Exporting a 20M variant x 400K sample MatrixTable to (ideally) BGEN format

We’ve been loving Hail for wrangling the UK Biobank data, but are now at a stage of needing to export from Hail to BGEN format so we can use some other association analysis tools.

With various filters, we have a single MatrixTable of 20M variants and 400K individuals (18K shards), and we’ve been attempting to use export_bgen on AWS. Once we embraced the fact that a single BGEN was way beyond the memory capabilities, we moved on to trying a repartition with 500 partitions (optimized for downstream analysis) followed by export_bgen with the parallel flag, specifically:

            mt = mt.repartition(

Here’s the flags we used to run this on an AWS EMR cluster with 100 core and 400 task nodes, all r4.xlarge instance types:

readonly DRIVER_MEM=$(cat /proc/meminfo | \
  awk '$1 == "MemTotal:" {print int($2 / 2**20 * 0.8)}')

spark-submit \
  --jars ${HAIL_HOME}/hail-all-spark.jar \
  --conf spark.serializer=org.apache.spark.serializer.KryoSerializer \
  --conf spark.kryo.registrator=is.hail.kryo.HailKryoRegistrator \
  --conf spark.driver.memory=${DRIVER_MEM}g \
  --conf spark.driver.maxResultSize=0 \
  --conf spark.task.maxFailures=5 \
  --conf spark.kryoserializer.buffer.max=1g \
  --conf spark.driver.extraJavaOptions=-Xss4M \
  --conf spark.executor.extraJavaOptions=-Xss4M \
  --conf spark.network.timeout=10000000s \
  --conf spark.executor.heartbeatInterval=1000000s \
  --conf spark.executor.memory=21g \
  --conf spark.executor.memoryOverhead=1g \
  --conf spark.executor.cores=4 \
  --conf spark.driver.cores=4 \
  --master yarn \

This failed after the repartitioning step with 500 of the 18K to go; I’d guess the export step.
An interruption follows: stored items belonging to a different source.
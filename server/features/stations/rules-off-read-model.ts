import type { Knex } from 'knex';
import type { RuleName } from '#engine/weather-files/quality/quality-options.ts';
import type { DeclaredStation } from '#engine/weather-files/weather-file-reading.ts';
import { STATION_WITHIN } from './same-station.ts';

/** Rules that are switched off at the team's station that a file means; none where there is no such station. */
export async function findRulesOff(
  db: Knex,
  { teamId, station }: { teamId: string; station: DeclaredStation },
): Promise<readonly RuleName[]> {
  const { latitude, longitude, name, wmoNumber } = station;
  if (latitude === null || longitude === null) return [];
  const { rows } = await db.raw<{ rows: { rule: RuleName }[] }>(
    `select distinct rules_off.rule
     from rules_off join stations on stations.id = rules_off.station_id
     where stations.team_id = :teamId and stations.merged_into is null
       and (stations.wmo_number = :wmoNumber or lower(stations.name) = lower(:name))
       and abs(stations.latitude - :latitude) <= :deg
       and least(abs(stations.longitude - :longitude), 360 - abs(stations.longitude - :longitude)) <= :deg`,
    { teamId, wmoNumber, name, latitude, longitude, deg: STATION_WITHIN.deg },
  );
  return rows.map(({ rule }) => rule);
}
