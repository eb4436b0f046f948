import type { Brief } from './brief.ts';

/** What of a brief this version cannot judge, each in a plain sentence; empty when the brief is judged in full. */
export function notBuiltYet(brief: Brief): string[] {
  const limit = limitNotBuilt(brief);
  return [
    ...(limit === null ? [] : [limit]),
    ...(brief.hours === 'daylight' ? ['A schedule of daylight hours is not built yet.'] : []),
    ...(brief.secondaryAir === 'exhaust' ? ['Room exhaust as secondary air is not built yet.'] : []),
  ];
}

function limitNotBuilt({ limit }: Brief): string | null {
  switch (limit.kind) {
    case 'fixed':
    case 'adaptive':
      return null;
    case 'inlet':
      return 'A limit at the inlet of a data hall is not built yet.';
    case 'thi':
      return 'A temperature-humidity index for livestock is not built yet.';
    case 'shade-heat':
      return 'The shade heat figure is not built yet.';
    case 'tower':
      return 'Cold water from a cooling tower is not built yet.';
    case 'turbine':
      return 'Cooling of a turbine inlet is not built yet.';
  }
}
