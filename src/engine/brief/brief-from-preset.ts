/**
 * Reads a brief from a preset, a saved version or whatever else claims to be one. Field names and units are those of
 * data/presets; a field left out takes the default of method 3, the score components those of method 7.3.
 */
import type { Brief, Limit } from './brief.ts';
import { type BriefFault, BriefFaultsError } from './brief-fault.ts';
import { contradictions } from './contradictions.ts';
import { Fields, type Range } from './fields.ts';
import { ROOM_TEMP, readCaps, readHardLimit, readLimit, readTolerance } from './read-limit.ts';
import { readMoney } from './read-money.ts';
import { readSchedule } from './read-schedule.ts';
import { readScore } from './read-score.ts';
import { faultOfReported } from './reported.ts';

export type BriefReading =
  | { readonly ok: true; readonly brief: Brief }
  | { readonly ok: false; readonly faults: readonly BriefFault[] };

const EFFECTIVENESS = { min: 0, max: 1 };
const FAN = { min: 0, max: 10, unit: 'W per L/s' };
const PERCENT = { min: 0, max: 100, unit: '%' };
/** Air that warms up by less would be without end. */
const LEAST_RISE_K = 0.1;
/** More heat than this for each part of work and the figures of the reference say nothing. */
const LEAST_COP = 0.1;
const LONGEST_ENTRY = 120;

/**
 * Reads a brief.
 * @throws BriefFaultsError with every fault, each located by path
 */
export function briefFromPreset(raw: unknown): Brief {
  const reading = readBrief(raw);
  if (!reading.ok) throw new BriefFaultsError(reading.faults);
  return reading.brief;
}

/** Reads a brief, or answers every fault at once, each located by path. */
export function readBrief(raw: unknown): BriefReading {
  const faults: BriefFault[] = [];
  const fields = new Fields(raw, '', faults);
  const limit = readLimit(fields.group('limit'));
  const brief: Brief = {
    ...readNames(fields),
    ...readAirSide(fields, limit),
    ...readEquipment(fields, limit),
    ...readSchedule(fields),
    ...readRequirement(fields),
    ...readMoney(fields),
    ...(fields.has('stagesReason') ? { stagesReason: fields.text('stagesReason') } : {}),
    limit,
  };
  fields.refuseOthers();
  faults.push(...contradictions(brief, faults));
  return faults.length === 0 ? { ok: true, brief } : { ok: false, faults };
}

/** A saved version names its preset; a preset in the presets file is named by its `id`. */
function readNames(fields: Fields): Pick<Brief, 'preset' | 'source'> {
  return {
    preset: fields.has('preset') ? fields.text('preset') : fields.text('id'),
    source: fields.raw('source') === '' ? '' : fields.text('source', ''),
  };
}

function readAirSide(fields: Fields, limit: Limit) {
  const roomHeated = limit.kind !== 'inlet' && limit.kind !== 'tower' && limit.kind !== 'turbine';
  const rise = { min: roomHeated ? LEAST_RISE_K : 0, max: 40, unit: 'K' };
  const itRise = { min: LEAST_RISE_K, max: 60, unit: 'K' };
  return {
    phi: fields.choice('phi', ['constant', 'linear']),
    control: fields.choice('control', ['modulating', 'on-off']),
    primaryAir: fields.choice('primaryAir', ['outdoor', 'return']),
    secondaryAir: fields.choice('secondaryAir', ['outdoor', 'exhaust']),
    effDirect: fields.number('effDirect', EFFECTIVENESS, 0.85),
    effIndirect: fields.number('effIndirect', EFFECTIVENESS, 0.65),
    effDewPoint: fields.number('effDewPoint', EFFECTIVENESS, 0.65),
    effExchanger: fields.number('effExchanger', EFFECTIVENESS, 0.65),
    cutInDepressionK: fields.number('cutInDepressionK', { min: 0, max: 40, unit: 'K' }, 2),
    startRoomTempC: fields.numberOrNull('startRoomTempC', ROOM_TEMP),
    maxOutdoorRhPct: fields.numberOrNull('maxOutdoorRhPct', PERCENT),
    freezeLockoutC: fields.number('freezeLockoutC', { min: -50, max: 30, unit: '°C' }, 2),
    basinHeat: fields.flag('basinHeat', false),
    balanceTempC: roomHeated ? readRoomBalance(fields) : fields.numberOrNull('balanceTempC', ROOM_TEMP),
    dwRoomKgKg: fields.number('dwRoomKgKg', { min: 0, max: 0.02, unit: 'kg/kg' }, 0),
    dTroomK: fields.number('dTroomK', rise, roomHeated ? undefined : 0),
    dTitK: limit.kind === 'inlet' ? fields.number('dTitK', itRise) : fields.numberOrNull('dTitK', itRise),
  };
}

/** A room without a balance temperature, said as null, has demand in every hour of its schedule. */
function readRoomBalance(fields: Fields): number | null {
  return fields.raw('balanceTempC') === null ? null : fields.number('balanceTempC', ROOM_TEMP, 14);
}

function readEquipment(fields: Fields, limit: Limit) {
  const tower = limit.kind === 'tower';
  const fans = fields.group('fanWPerLs');
  const reference = fields.group('reference');
  const ofTower = (name: string, range: Range, byDefault: number): number | null =>
    tower ? fields.number(name, range, byDefault) : fields.numberOrNull(name, range);
  const read = {
    fanWPerLs: {
      air: fans.number('air', FAN, 0.6),
      direct: fans.number('direct', FAN, 0.8),
      indirect: fans.number('indirect', FAN, 1.3),
      dewpoint: fans.number('dewpoint', FAN, 1.8),
      twostage: fans.number('twostage', FAN, 1.5),
      returnAir: fans.number('returnAir', FAN, 0.8),
    },
    pumpKwPerKw: fields.number('pumpKwPerKw', { min: 0, max: 1, unit: 'kW per kW' }, 0.02),
    k: fields.number('k', { min: 0.5, max: 2 }, 1.05),
    cycles: fields.number('cycles', { min: 1, max: 20, over: true, unit: 'cycles of concentration' }, 4),
    driftPctOfCirculation: fields.number('driftPctOfCirculation', { min: 0, max: 1, unit: '%' }, tower ? 0.005 : 0),
    reference: {
      cop: reference.number('cop', { min: LEAST_COP, max: 20 }, 3),
      economy: reference.flag('economy', true),
    },
    towerFanPumpWPerKw: ofTower('towerFanPumpWPerKw', { min: 0, max: 500, unit: 'W per kW' }, 25),
    towerLatentShare: ofTower('towerLatentShare', { min: 0, max: 1 }, 0.9),
  };
  fans.refuseOthers();
  reference.refuseOthers();
  return read;
}

function readRequirement(fields: Fields) {
  const text = (entry: unknown, path: string): string => {
    if (typeof entry === 'string' && entry.trim() !== '' && entry.length <= LONGEST_ENTRY) return entry;
    fields.fault(path, `a text of at most ${LONGEST_ENTRY} characters is needed`);
    return '';
  };
  const reported = (entry: unknown, path: string): string => {
    const read = text(entry, path);
    const fault = faultOfReported(read);
    if (fault !== null) fields.fault(path, fault);
    return read;
  };
  const stages = fields.list('stages', (stage) => stageOf(stage, fields));
  return {
    caps: readCaps(fields.group('caps')),
    lowerLimits: readCaps(fields.group('lowerLimits')),
    hardLimits: fields.list('hardLimits', (hard, path) => readHardLimit(fields.entry(hard, path))),
    reported: fields.list('reported', reported),
    stages,
    tolerance: readTolerance(fields.group('tolerance')),
    gates: fields.list('gates', text),
    score: readScore(fields),
  };
}

function stageOf(stage: unknown, fields: Fields): Brief['stages'][number] {
  const words = ['direct', 'indirect', 'dewpoint', 'twostage', 'tower'] as const;
  const word = words.find((each) => each === stage);
  if (word === undefined) fields.fault('stages', `one of ${words.join(', ')} is needed, not ${JSON.stringify(stage)}`);
  return word ?? 'direct';
}
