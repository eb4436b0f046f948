/** A file whose place lies this near to a station of the same number or name was recorded there. */
export const STATION_WITHIN = { deg: 0.02, heightM: 50 } as const;
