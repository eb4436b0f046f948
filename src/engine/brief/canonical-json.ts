/**
 * One text for one value: keys sorted by code unit, no spaces, numbers as ECMAScript prints them (shortest form that reads
 * back to the same double), fields that are undefined left out. Hashes of briefs, clocks and results are taken over it.
 * @throws RangeError for what JSON cannot hold: NaN, infinities, functions, typed arrays, a bare undefined
 */
export function canonicalJson(value: unknown): string {
  return write(value, '');
}

function write(value: unknown, path: string): string {
  if (value === null || typeof value === 'boolean' || typeof value === 'string') return JSON.stringify(value);
  if (typeof value === 'number' && Number.isFinite(value)) return JSON.stringify(value);
  if (Array.isArray(value)) return `[${value.map((entry, index) => write(entry, `${path}[${index}]`)).join(',')}]`;
  if (isPlainObject(value)) {
    const fields = Object.entries(value).filter(([, field]) => field !== undefined);
    fields.sort(([one], [other]) => (one < other ? -1 : 1));
    return `{${fields.map(([name, field]) => `${JSON.stringify(name)}:${write(field, `${path}.${name}`)}`).join(',')}}`;
  }
  throw new RangeError(`no JSON for ${String(value)} at ${path === '' ? 'the value itself' : path}`);
}

function isPlainObject(value: unknown): value is Readonly<Record<string, unknown>> {
  if (typeof value !== 'object' || value === null) return false;
  const prototype: unknown = Object.getPrototypeOf(value);
  return prototype === Object.prototype || prototype === null;
}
The full log is 17Mb, so can send if needed, but I think this is probably a relevant error - java.io.IOException: No space left on device.

I can think of three options from here:

  1. Tweaking configuration or cluster composition to work with existing commands
  2. Running the parallel export on all 18K shards and using something like cat-bgen from bgenix to get to the 500 partition size of interest
  3. Using export_gen and converting with bgenix

Thanks for your help!


Hi @ERu,

This error means the hard drives on your worker nodes are full. You’ll need free space on the order of the size of your input data. Possibly more because the data isn’t stored and compressed together and is therefore larger.

Definitely don’t use export_gen, we’ve carefully optimized the BGEN import/export code. We have not done so to the gen code.

Moreover, if you’re running on flaky nodes (Google’s preemptibles or Amazon spot instances), you might benefit from writing a temporary file and reading the file before the repartition. For the repartition step, you should use reliable nodes (e.g. non-preemptibles).

I would try repartition(shuffle=False) rather than True, if you’re reducing partitioning.